import { createHash } from 'node:crypto';
import request from 'supertest';
import { seedLabDemo } from '../../../../../docker-free-scripts/seed/lab-demo';
import { brokenDemoFile, demoFiles } from '../../../../../docker-free-scripts/seed/lab-demo-files';
import { parseSpectrumFile } from '@ohmprint/spectral-engine';
import { useTestApp } from '../../testing';

// Seeding the demo libraries in beforeAll takes seconds on a busy two-core machine.
jest.setTimeout(30_000);

const t = useTestApp();
let bench: { instrumentId: string; cellId: string };

beforeAll(async () => {
  await t.db.transaction((m) => seedLabDemo(m));
  const res = await request(t.app).get('/api/lab/bench').set(await t.authFor('analyst'));
  bench = { instrumentId: res.body.instruments[0].id, cellId: res.body.cells[0].id };
});

const filesOf = (code: string) => demoFiles().filter((f) => f.sampleCode === code);

function upload(path: string, auth: Record<string, string>, files: { fileName: string; text: string }[], temperatureC = '22.5') {
  let req = request(t.app).post(path).set(auth).field('instrumentId', bench.instrumentId).field('cellId', bench.cellId).field('cellConstantSource', 'latest-calibration').field('temperatureC', temperatureC);
  for (const f of files) req = req.attach('files', Buffer.from(f.text), f.fileName);
  return req;
}

describe('measurement upload', () => {
  it('saves the good files of an upload and names the bad one with the engine’s line and column', async () => {
    const [rep1, rep2] = filesOf('OP-7K3M-Q9');
    const broken = brokenDemoFile();
    const res = await upload('/api/lab/samples/OP-7K3M-Q9/measurements', await t.authFor('analyst'), [rep1, broken, rep2]);
    expect(res.status).toBe(201);
    expect(res.body.saved.map((r: { fileName: string; replicateNumber: number }) => [r.fileName, r.replicateNumber])).toEqual([
      [rep1.fileName, 1],
      [rep2.fileName, 2],
    ]);
    expect(res.body.rejected).toEqual([{ fileName: broken.fileName, line: 9, column: expect.any(Number), message: expect.stringMatching(new RegExp(`^${broken.fileName}: line 9, column \\d+: .*12\\.3\\.4`)) }]);
    const saved = res.body.saved[0];
    // Cell constant from the seeded KCl record: K = 1413 µS/cm × 722.0 Ω = 1.020186 cm⁻¹.
    expect(saved).toMatchObject({ cellConstantSource: 'latest-calibration', pointCount: 51, minFrequencyHz: 10, maxFrequencyHz: 1e6, via: 'portal' });
    expect(saved.cellConstantPerCm).toBeCloseTo(1.020186, 6);
    expect(saved.kramersKronig).toMatchObject({ passed: true, limitPercent: 2 });
    const [sample] = await t.db.query(`SELECT state FROM sample WHERE code = 'OP-7K3M-Q9'`);
    expect(sample.state).toBe('measuring');
  });

  it('saves nothing and answers 400 when no file can be read', async () => {
    const broken = brokenDemoFile();
    const res = await upload('/api/lab/samples/OP-9RWD-6F/measurements', await t.authFor('analyst'), [broken]);
    expect(res.status).toBe(400);
    expect(res.body.errors).toEqual([{ field: `files[${broken.fileName}]`, message: expect.stringContaining('line 9') }]);
    expect((await t.db.query(`SELECT count(*)::int AS n FROM replicate r JOIN sample s ON s.id = r.sample_id WHERE s.code = 'OP-9RWD-6F'`))[0].n).toBe(0);
  });

  it('asks for the cell constant when "entered" is chosen without one', async () => {
    const res = await request(t.app)
      .post('/api/lab/samples/OP-9RWD-6F/measurements')
      .set(await t.authFor('analyst'))
      .field('instrumentId', bench.instrumentId)
      .field('cellId', bench.cellId)
      .field('cellConstantSource', 'entered')
      .field('temperatureC', '21')
      .attach('files', Buffer.from(filesOf('OP-9RWD-6F')[0].text), 'a.txt');
    expect(res.status).toBe(400);
    expect(res.body.errors).toEqual([expect.objectContaining({ field: 'cellConstantPerCm' })]);
  });

  it('reports replicate agreement, and excluding a replicate needs a reason and is audited', async () => {
    const analyst = await t.authFor('analyst');
    const id = (await t.db.query(`SELECT id FROM sample WHERE code = 'OP-7K3M-Q9'`))[0].id;
    const before = await request(t.app).get(`/api/lab/samples/${id}/measurements`).set(analyst);
    expect(before.body.agreement).toMatchObject({ replicateCount: 2, passed: true, limit: 0.01 });
    const replicate = before.body.replicates[1].id;
    const noReason = await request(t.app).post(`/api/lab/samples/${id}/replicates/${replicate}/exclude`).set(analyst).send({});
    expect(noReason.status).toBe(400);
    const res = await request(t.app).post(`/api/lab/samples/${id}/replicates/${replicate}/exclude`).set(analyst).send({ reason: 'Bubble on the electrode' });
    expect(res.status).toBe(200);
    expect(res.body.replicates[1]).toMatchObject({ excluded: true, exclusionReason: 'Bubble on the electrode' });
    expect(res.body.agreement).toBeNull();
    const [audit] = await t.db.query(`SELECT details FROM audit_event WHERE action = 'measurement.replicate-excluded' AND subject_id = $1`, [replicate]);
    expect(audit.details).toMatchObject({ reason: 'Bubble on the electrode', replicateNumber: 2 });
  });

  it('serves a replicate’s spectrum as measured for the plots', async () => {
    const id = (await t.db.query(`SELECT id FROM sample WHERE code = 'OP-7K3M-Q9'`))[0].id;
    const analyst = await t.authFor('analyst');
    const list = await request(t.app).get(`/api/lab/samples/${id}/measurements`).set(analyst);
    const res = await request(t.app).get(`/api/lab/samples/${id}/replicates/${list.body.replicates[0].id}/spectrum`).set(analyst);
    expect(res.body.frequencyHz).toHaveLength(51);
    expect(res.body.frequencyHz[0]).toBe(10);
    expect(res.body.im.every((v: number) => v < 0)).toBe(true);
  });
});

/**
 * A sweep whose sample warmed while it ran: Z′ drifts up by 30 % towards the low frequencies
 * while Z″ does not, which no causal, stable system produces — so Kramers–Kronig must fail it.
 */
function driftingExport(text: string): string {
  const s = parseSpectrumFile(text);
  const n = s.re.length;
  const rows = Array.from(s.frequencyHz, (f, i) => `${f},${s.re[i] * (1 + (0.3 * (n - 1 - i)) / (n - 1))},${s.im[i]}`);
  return ["Frequency (Hz),Z' (Ohm),Z'' (Ohm)", ...rows].join('\n');
}

describe('quality of the measurements', () => {
  it('marks a drifting sweep as failing Kramers–Kronig and flags it, and the disagreement, in the analysis', async () => {
    const analyst = await t.authFor('analyst');
    const [good, other] = filesOf('OP-8MJA-4T');
    const res = await upload('/api/lab/samples/OP-8MJA-4T/measurements', analyst, [good, { fileName: 'drifting.csv', text: driftingExport(other.text) }], '19');
    expect(res.status).toBe(201);
    expect(res.body.saved.map((r: { kramersKronig: { passed: boolean } }) => r.kramersKronig.passed)).toEqual([true, false]);
    expect(res.body.saved[1].kramersKronig.maxResidualPercent).toBeGreaterThan(2);
    const [row] = await t.db.query(
      `SELECT s.id AS sample_id, v.id AS version_id FROM sample s JOIN test_order o ON o.id = s.order_id
       JOIN reference_library l ON l.product_id = o.product_id JOIN library_version v ON v.library_id = l.id WHERE s.code = 'OP-8MJA-4T'`,
    );
    const analysis = await request(t.app).post(`/api/lab/samples/${row.sample_id}/analyses`).set(analyst).send({ libraryVersionId: row.version_id });
    expect(analysis.status).toBe(201);
    const codes = analysis.body.result.qualityFlags.map((f: { code: string }) => f.code);
    expect(codes).toEqual(expect.arrayContaining(['kk-failed', 'poor-replicate-agreement']));
    expect(analysis.body.result.qualityFlags.find((f: { code: string }) => f.code === 'kk-failed').message).toContain('drifting.csv');
  });
});

describe('instrument keys', () => {
  it('lets a bench computer post measurements with a key, only on the upload route, until revoked', async () => {
    const admin = await t.authFor('lab-admin');
    const issued = await request(t.app).post('/api/lab/instrument-keys').set(admin).send({ name: 'Bench PC 1' });
    expect(issued.status).toBe(201);
    const secret: string = issued.body.secret;
    expect(secret).toMatch(/^ohmbench-[a-z2-7]{40}$/);
    expect(secret.startsWith(issued.body.key.prefix)).toBe(true);
    const [stored] = await t.db.query('SELECT secret_sha256 FROM instrument_key WHERE id = $1', [issued.body.key.id]);
    expect(stored.secret_sha256).toMatch(/^[0-9a-f]{64}$/);
    expect(stored.secret_sha256).not.toContain(secret.slice(9));

    const key = { Authorization: `Bearer ${secret}` };
    const posted = await upload('/api/lab/samples/OP-9RWD-6F/measurements', key, filesOf('OP-9RWD-6F'), '21');
    expect(posted.status).toBe(201);
    expect(posted.body.saved).toHaveLength(3);
    expect(posted.body.saved[0]).toMatchObject({ via: 'instrument-key', uploadedBy: null });

    expect((await request(t.app).get('/api/lab/samples').set(key)).status).toBe(401);
    const listed = await request(t.app).get('/api/lab/instrument-keys').set(admin);
    expect(listed.body[0].lastUsedAt).not.toBeNull();
    expect(JSON.stringify(listed.body)).not.toContain(secret);

    expect((await request(t.app).post(`/api/lab/instrument-keys/${issued.body.key.id}/revoke`).set(admin)).status).toBe(200);
    const refused = await upload('/api/lab/samples/OP-9RWD-6F/measurements', key, filesOf('OP-9RWD-6F').slice(0, 1), '21');
    expect(refused.status).toBe(401);
  });

  it('still accepts a key issued with the earlier prefix until it is revoked', async () => {
    const admin = await t.authFor('lab-admin');
    const issued = await request(t.app).post('/api/lab/instrument-keys').set(admin).send({ name: 'Bench PC from before' });
    const earlier = `ohm_live_${'b'.repeat(40)}`;
    await t.db.query('UPDATE instrument_key SET secret_sha256 = $2, prefix = $3 WHERE id = $1',
      [issued.body.key.id, createHash('sha256').update(earlier).digest('hex'), earlier.slice(0, 15)]);
    const posted = await upload('/api/lab/samples/OP-9RWD-6F/measurements', { Authorization: `Bearer ${earlier}` }, filesOf('OP-9RWD-6F').slice(0, 1), '21');
    expect(posted.status).toBe(201);
    expect(posted.body.saved[0]).toMatchObject({ via: 'instrument-key' });
  });

  it('keeps a lab’s key out of another lab’s samples', async () => {
    const issued = await request(t.app).post('/api/lab/instrument-keys').set(await t.authFor('lab-admin', 'marlow')).send({ name: 'Marlow bench' });
    const res = await upload('/api/lab/samples/OP-6TBS-3H/measurements', { Authorization: `Bearer ${issued.body.secret}` }, filesOf('OP-6TBS-3H'), '20.5');
    expect(res.status).toBe(404);
  });
});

___

What the task requires =>
Return, from the material above, every line with the word "errors".

Exercise solution =>
    expect(res.body.errors).toEqual([{ field: `files[${broken.fileName}]`, message: expect.stringContaining('line 9') }]);
    expect(res.body.errors).toEqual([expect.objectContaining({ field: 'cellConstantPerCm' })]);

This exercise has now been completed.